Checking the 3PAR Quorum Witness appliance
Two 3PAR StoreServs running in a Peer Persistence setup lost the connection to the Quorum Witness appliance. The appliance is an important part of a 3PAR Peer Persistence setup, because it acts as a tie-breaker in a split-brain scenario.
While analyzing this issue, I saw this message in the 3PAR Management Console:
In addition to that, the customer got e-mails that the 3PAR StoreServ arrays lost the connection to the Quorum Witness appliance. In my case, the CouchDB process died. A restart of the appliance brought it back online.
How to check the Quorum Witness appliance?
You can check the status of the appliance with a simple web request. The documentation shows a simple test based on curl. You can run this direct from the BASH of the appliance.
[root@linuxvm ~]# curl http://10.0.0.99:8080
{"couchdb":"Welcome","version":"1.0.4"}
[root@linuxvm ~]#
But you can also use the PowerShell cmdlet Invoke-WebRequest.

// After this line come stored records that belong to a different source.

#include "survey/fields.hpp"

#include <doctest/doctest.h>

#include <cmath>
#include <iomanip>
#include <limits>
#include <map>
#include <set>
#include <sstream>

#include "survey/words.hpp"

using namespace gg;

namespace {

/// A plan in which every part that may rest is in use.
Plan full_plan() {
    Plan plan;
    plan.ground = {Layer{matter_of("loam"), {0.4, 0.5, 0.6}}, Layer{matter_of("wet-clay"), exactly(1.0)}};
    plan.target.filling = Filling::own;
    plan.target.own = matter_of("own");
    plan.antenna.pulse.family = PulseFamily::gaussian_derivative;
    return at_rest(plan);
}

// Every leaf of a Plan, found by taking the structs apart: adding a member to one stops this from compiling, and the
// test below then asks for its line in the table.
std::string text_of(double x) {
    std::ostringstream text;
    text << std::setprecision(15) << x;
    return text.str();
}
std::string text_of(const Range& r) { return text_of(r.low) + " " + text_of(r.likely) + " " + text_of(r.high); }

std::map<std::string, std::string> leaves_of(const Plan& plan) {
    std::map<std::string, std::string> leaves;
    const auto matter = [&](const std::string& at, const Matter& m) {
        const auto& [material, inputs] = m;
        leaves[at + "material"] = material;
        for (int i = 0; i < input_count; ++i) {
            const auto input = static_cast<Input>(i);
            const CatalogueRow* row = find_material(material);
            if (takes(row ? row->material.model : Model::constant, input))
                leaves[at + std::string(key_of(input))] = text_of(inputs[input]);
        }
    };
    const auto& [name, note, ground, target, antenna, pass, lanes, need] = plan;
    for (std::size_t i = 0; i < ground.size(); ++i) {
        const auto& [layer_matter, thickness] = ground[i];
        matter("ground." + std::to_string(i) + ".", layer_matter);
        if (i + 1 < ground.size()) leaves["ground." + std::to_string(i) + ".thickness"] = text_of(thickness);
    }
    {
        const auto& [shape, filling, own, size, depth, count, gap, length, bearing] = target;
        leaves["shape"] = text_of(static_cast<double>(shape));
        leaves["filling"] = text_of(static_cast<double>(filling));
        matter("own.", own);
        leaves["size"] = text_of(size);
        leaves["depth"] = text_of(depth);
        leaves["count"] = text_of(count);
        leaves["gap"] = text_of(gap);
        leaves["length"] = text_of(length);
        leaves["target bearing"] = text_of(bearing);
    }
    {
        const auto& [pulse, separation, height, dynamic_range, channels, channel_spacing] = antenna;
        const auto& [family, centre_frequency, bandwidth] = pulse;
        leaves["family"] = text_of(static_cast<double>(family));
        leaves["centre frequency"] = text_of(centre_frequency);
        leaves["bandwidth"] = text_of(bandwidth);
        leaves["separation"] = text_of(separation);
        leaves["height"] = text_of(height);
        leaves["dynamic range"] = text_of(dynamic_range);
        leaves["channels"] = text_of(channels);
        leaves["channel spacing"] = text_of(channel_spacing);
    }
    {
        const auto& [step, window, samples, stacks, trace_rate] = pass;
        leaves["step"] = text_of(step);
        leaves["window"] = text_of(window * 1e9);
        leaves["samples"] = text_of(samples);
        leaves["stacks"] = text_of(stacks);
        leaves["trace rate"] = text_of(trace_rate);
    }
    {
        const auto& [outline, spacing, both_ways, bearing] = lanes;
        for (std::size_t i = 0; i < outline.size(); ++i) {
            const auto& [x, y] = outline[i];
            if (x != 0) leaves["corner x " + std::to_string(i)] = text_of(x);
            if (y != 0) leaves["corner y " + std::to_string(i)] = text_of(y);
        }
        leaves["spacing"] = text_of(spacing);
        leaves["both ways"] = text_of(both_ways);
        leaves["lanes bearing"] = text_of(bearing);
    }
    {
        const auto& [smallest, deepest, closest, depth_accuracy] = need;
        leaves["smallest"] = text_of(smallest);
        leaves["deepest"] = text_of(deepest);
        leaves["closest"] = text_of(closest);
        leaves["depth accuracy"] = text_of(depth_accuracy);
    }
    return leaves;
}

/// Leaves that differ between two plans; a leaf that only one has counts.
std::set<std::string> changed(const Plan& a, const Plan& b) {
    std::set<std::string> keys;
    const auto before = leaves_of(a), after = leaves_of(b);
    for (const auto& [key, value] : before)
        if (!after.count(key) || after.at(key) != value) keys.insert(key);
    for (const auto& [key, value] : after)
        if (!before.count(key)) keys.insert(key);
    return keys;
}

}  // namespace

TEST_CASE("every number and choice of a plan is in the table, and each line of the table changes something") {
    const Plan plan = full_plan();
    REQUIRE(faults_of(plan).empty());
    std::set<std::string> reached;
    for (const Field& field : fields_of(plan)) {
        Plan other = plan;
        const double now = number_at(plan, field.key).value();
        const double x = now == field.low ? std::min(field.high, field.low + field.step) : field.low;
        CHECK_MESSAGE(set_number(other, field.key, x) == "", field.key);
        const auto keys = changed(plan, other);
        CHECK_MESSAGE(!keys.empty(), field.key);
        CHECK_MESSAGE((keys.size() == 1 || field.derived), field.key);
        reached.insert(keys.begin(), keys.end());
    }
    for (const Choice& choice : choices_of(plan)) {
        CHECK(choice.options.size() >= 2);
        Plan other = plan;
        const std::string now = choice_at(plan, choice.key).value();
        for (const auto& option : choice.options)
            if (option.id != now) {
                CHECK(set_choice(other, choice.key, option.id) == "");
                break;
            }
        const auto keys = changed(plan, other);
        CHECK_MESSAGE(!keys.empty(), choice.key);
        reached.insert(keys.begin(), keys.end());
    }
    for (const auto& leaf : leaves_of(plan)) CHECK_MESSAGE(reached.count(leaf.first), leaf.first);
}

TEST_CASE("a number set is the number read, at both ends and in the middle of its limits") {
    for (const Field& field : fields_of(full_plan())) {
        CAPTURE(field.key);
        CHECK(field.low < field.high);
        CHECK(field.step > 0);
        CHECK(!field.label.empty());
        CHECK(field.label.size() <= 14);
        if (field.quantity == Quantity::angle) continue;  // its ends are one and the same direction
        for (const double share : {0.0, 0.5, 1.0}) {
            Plan plan = full_plan();
            double x = field.low + share * (field.high - field.low);
            if (field.quantity == Quantity::count) x = std::round(x);
            CHECK(set_number(plan, field.key, x) == "");
            CHECK(number_at(plan, field.key).value() == doctest::Approx(x).epsilon(1e-11));
        }
    }
}

TEST_CASE("a number outside its limits is refused with a sentence that says them, and the plan stays as it was") {
    const double inf = std::numeric_limits<double>::infinity();
    for (const Field& field : fields_of(full_plan())) {
        if (field.quantity == Quantity::angle) continue;
        Plan plan = full_plan();
        const double span = field.high - field.low;
        for (const double x : {field.low - span, field.high + span, inf, -inf, std::nan("")}) {
            const std::string wrong = set_number(plan, field.key, x);
            CHECK_MESSAGE(wrong.find(token(field.high, field.quantity)) != std::string::npos, field.key);
            CHECK(wrong.find(field.label) == 0);
        }
        CHECK(plan == full_plan());
    }
    Plan plan = full_plan();
    CHECK(set_number(plan, "target.bearing", inf) != "");
    CHECK(set_number(plan, "target.nothing", 1.0) == "There is no field \"target.nothing\" in this plan.");
    CHECK(set_number(plan, "target.size.low", 0.1) != "");  // no range
    CHECK(!number_at(plan, "target.size.low"));
    CHECK(!find_field(plan, "target.size.high"));
    CHECK(plan == full_plan());
}

TEST_CASE("a likely value takes an end of its range along, and an end does not pass the likely value") {
    Plan plan = full_plan();
    CHECK(set_number(plan, "ground.0.thickness", 0.8) == "");
    CHECK(plan.ground[0].thickness == Range{0.4, 0.8, 0.8});
    CHECK(set_number(plan, "ground.0.thickness", 0.2) == "");
    CHECK(plan.ground[0].thickness == Range{0.2, 0.2, 0.8});
    CHECK(set_number(plan, "ground.0.thickness.low", 0.3) != "");
    CHECK(set_number(plan, "ground.0.thickness.high", 0.1) != "");
    CHECK(plan.ground[0].thickness == Range{0.2, 0.2, 0.8});
    CHECK(set_number(plan, "ground.0.thickness.low", 0.1) == "");
    CHECK(set_number(plan, "ground.0.thickness.high", 0.3) == "");
    CHECK(plan.ground[0].thickness == Range{0.1, 0.2, 0.3});
    CHECK(number_at(plan, "ground.0.thickness.low") == 0.1);
    CHECK(find_field(plan, "ground.0.thickness.high")->key == "ground.0.thickness");
}

TEST_CASE("numbers are kept without the crumbs of binary arithmetic") {
    Plan plan = full_plan();
    CHECK(set_number(plan, "pass.step", 0.1 + 0.2) == "");
    CHECK(plan.pass.step == 0.3);
    CHECK(set_number(plan, "pass.window", 60 * 1e-9) == "");
    CHECK(plan.pass.window == 60e-9);
    CHECK(set_number(plan, "antenna.frequency", 1600.0 * 1e6) == "");
    CHECK(plan.antenna.pulse.centre_frequency == 1600e6);
    CHECK(set_number(plan, "pass.samples", 511.6) == "");
    CHECK(plan.pass.samples == 512);
}

TEST_CASE("bearings wrap: a whole turn for the walk, half a turn for a target that has no direction") {
    Plan plan = full_plan();
    CHECK(set_number(plan, "lanes.bearing", -pi / 2) == "");
    CHECK(plan.lanes.bearing == doctest::Approx(1.5 * pi));
    CHECK(set_number(plan, "target.bearing", 1.25 * pi) == "");
    CHECK(plan.target.bearing == doctest::Approx(0.25 * pi));
    CHECK(set_number(plan, "target.bearing", pi) == "");
    CHECK(plan.target.bearing == 0.0);
    CHECK(set_number(plan, "target.bearing", 15 * (pi / 180) * (1 + 1e-15)) == "");
    CHECK(plan.target.bearing == 15.0 * (pi / 180));
}

TEST_CASE("stretching the site scales its outline and leaves its shape") {
    Plan plan = full_plan();
    plan.lanes.outline = {{2, 1}, {6, 1}, {6, 2}, {4, 2}, {4, 3}, {2, 3}};
    CHECK(number_at(plan, "lanes.width") == 4.0);
    CHECK(number_at(plan, "lanes.height") == 2.0);
    CHECK(set_number(plan, "lanes.width", 8.0) == "");
    CHECK(plan.lanes.outline == std::vector<SitePoint>{{2, 1}, {10, 1}, {10, 2}, {6, 2}, {6, 3}, {2, 3}});
    plan.lanes.outline = {{1, 1}, {1, 2}, {1, 3}};
    CHECK(set_number(plan, "lanes.width", 8.0) != "");
}

TEST_CASE("choosing a material brings its catalogue ranges, and the form then asks for what its model takes") {
    Plan plan = full_plan();
    CHECK(set_choice(plan, "ground.1.material", "granite") == "");
    CHECK(plan.ground[1].matter == matter_of("granite"));
    CHECK(find_field(plan, "ground.1.permittivity"));
    CHECK(!find_field(plan, "ground.1.clay"));
    CHECK(find_field(plan, "ground.0.clay"));
    CHECK(set_choice(plan, "ground.1.material", "own") == "");
    CHECK(faults_of(plan).empty());
    CHECK(set_choice(plan, "ground.1.material", "cheese").find("granite") != std::string::npos);
    CHECK(set_choice(plan, "ground.1.material", "metal") != "");
    CHECK(set_choice(plan, "ground.9.material", "granite") != "");
    for (const CatalogueRow& row : catalogue()) {
        if (row.material.model == Model::metal) continue;
        CHECK(set_choice(plan, "ground.1.material", row.id) == "");
        CHECK_MESSAGE(faults_of(plan).empty(), row.id);
    }
}

TEST_CASE("the own filling of a target is asked for where it is used, and at rest elsewhere") {
    Plan plan = full_plan();
    CHECK(find_field(plan, "target.own.permittivity"));
    CHECK(set_choice(plan, "target.filling", "metal") == "");
    CHECK(plan.target.own == Matter{});
    CHECK(!choice_at(plan, "target.own.material"));
    CHECK(set_choice(plan, "target.filling", "own") == "");
    CHECK(plan.target.own == matter_of("own"));
    CHECK(faults_of(plan).empty());
}

TEST_CASE("layers come and go, from one to eight") {
    Plan plan = full_plan();
    CHECK(add_layer(plan, 1) == "");
    CHECK(plan.ground.size() == 3);
    CHECK(plan.ground[1].matter == plan.ground[2].matter);
    CHECK(add_layer(plan, 3) != "");
    CHECK(add_layer(plan, -1) != "");
    while (plan.ground.size() < most_layers) CHECK(add_layer(plan, 0) == "");
    CHECK(add_layer(plan, 0) == "A plan holds at most 8 layers.");
    CHECK(faults_of(plan).empty());
    CHECK(plan == at_rest(plan));
    while (plan.ground.size() > 1) CHECK(remove_layer(plan, static_cast<int>(plan.ground.size()) - 1) == "");
    CHECK(plan == at_rest(plan));
    CHECK(remove_layer(plan, 0) == "The ground needs at least one layer.");
    CHECK(remove_layer(plan, 1) != "");
}

TEST_CASE("a plan that makes no sense is told so, one sentence for each thing") {
    const auto only_fault = [](auto&& spoil, const std::string& words) {
        Plan plan = full_plan();
        spoil(plan);
        const auto faults = faults_of(plan);
        REQUIRE_MESSAGE(faults.size() == 1, words);
        CHECK_MESSAGE(faults[0].find(words) != std::string::npos, faults[0]);
    };
    only_fault([](Plan& p) { p.ground.clear(); }, "at least one layer");
    only_fault([](Plan& p) { p.ground.resize(9, p.ground[0]); }, "at most 8");
    only_fault([](Plan& p) { p.ground[1].matter.material = "cheese"; }, "cheese");
    only_fault([](Plan& p) { p.ground[0].matter.material = "metal"; }, "metal");
    only_fault([](Plan& p) { p.ground[0].thickness.low = std::nan(""); }, "ground.0.thickness");
    only_fault([](Plan& p) { p.ground[0].thickness = {0.5, 0.4, 0.6}; }, "between its low and its high end");
    only_fault([](Plan& p) { p.ground[0].matter.inputs[Input::clay] = exactly(0.9); }, "Sand and clay");
    only_fault([](Plan& p) { p.target.gap = 0.05; }, "overlap");
    only_fault([](Plan& p) { p.antenna.channels = 4; }, "antenna.channel_spacing");
    only_fault([](Plan& p) { p.antenna.pulse.centre_frequency = -1; }, "antenna.frequency");
    only_fault([](Plan& p) { p.pass.samples = 0; }, "pass.samples");
    only_fault([](Plan& p) { p.lanes.outline = {{0, 0}, {1, 1}}; }, "three corners");
    only_fault([](Plan& p) { p.lanes.outline = {{0, 0}, {1, 1}, {2, 2}}; }, "encloses no ground");
    only_fault([](Plan& p) { p.lanes.outline = {{0, 0}, {2, 2}, {3, 0}, {0, 3}}; }, "crosses itself");
    only_fault([](Plan& p) { p.lanes.outline[2].x = std::nan(""); }, "Corner 3");
    Plan flat = full_plan();
    flat.target.shape = TargetShape::flat;
    flat.target.gap = 0.05;
    CHECK(faults_of(flat).empty());
}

PS C\:User\spatrick> Invoke-WebRequest -Uri http://10.0.0.99:8080
StatusCode : 200
StatusDescription : OK
Content : {"couchdb":"Welcome","version":"1.0.4"}
RawContent : HTTP/1.1 200 OK
Content-Length: 40
Cache-Control: must-revalidate
Content-Type: text/plain;charset=utf-8
Date: Mon, 30 Jan 2017 08:31:37 GMT
Server: CouchDB/1.0.4 (Erlang OTP/R14B04)
{"couchdb...
Forms : {}
Headers : {[Content-Length, 40], [Cache-Control, must-revalidate], [Content-Type, text/plain;charset=utf-8],
[Date, Mon, 30 Jan 2017 08:31:37 GMT]...}
Images : {}
InputFields : {}
Links : {}
ParsedHtml : mshtml.HTMLDocumentClass
RawContentLength : 40
If you add /witness to the URL, you can test the access to the database, which is used for Peer Persistence.
PS C:\Users\patrick> Invoke-WebRequest -Uri http://10.0.0.99:8080/witness
StatusCode : 200
StatusDescription : OK
Content : {"db_name":"witness","doc_count":5,"doc_del_count":4,"update_seq":149557915,"purge_seq":0,"compact_
running":false,"disk_size":48988254,"instance_start_time":"1485763322826940","disk_format_version":
5,...
RawContent : HTTP/1.1 200 OK
Content-Length: 234
Cache-Control: must-revalidate
Content-Type: text/plain;charset=utf-8
Date: Mon, 30 Jan 2017 08:36:38 GMT
Server: CouchDB/1.0.4 (Erlang OTP/R14B04)
{"db_nam...
Forms : {}
Headers : {[Content-Length, 234], [Cache-Control, must-revalidate], [Content-Type,
text/plain;charset=utf-8], [Date, Mon, 30 Jan 2017 08:36:38 GMT]...}
Images : {}
InputFields : {}
Links : {}
ParsedHtml : mshtml.HTMLDocumentClass
RawContentLength : 234
If you get a connection error, check if the beam process is running.
[root@mlinuxvm ~]# netstat -tulpen |grep 8080
tcp 0 0 0.0.0.0:8080 0.0.0.0:* LISTEN 495 10726 1643/beam
[root@linuxvm ~]#
If not, reboot the appliance. This can be done without downtime. The appliance comes only into play, if a failover occurs.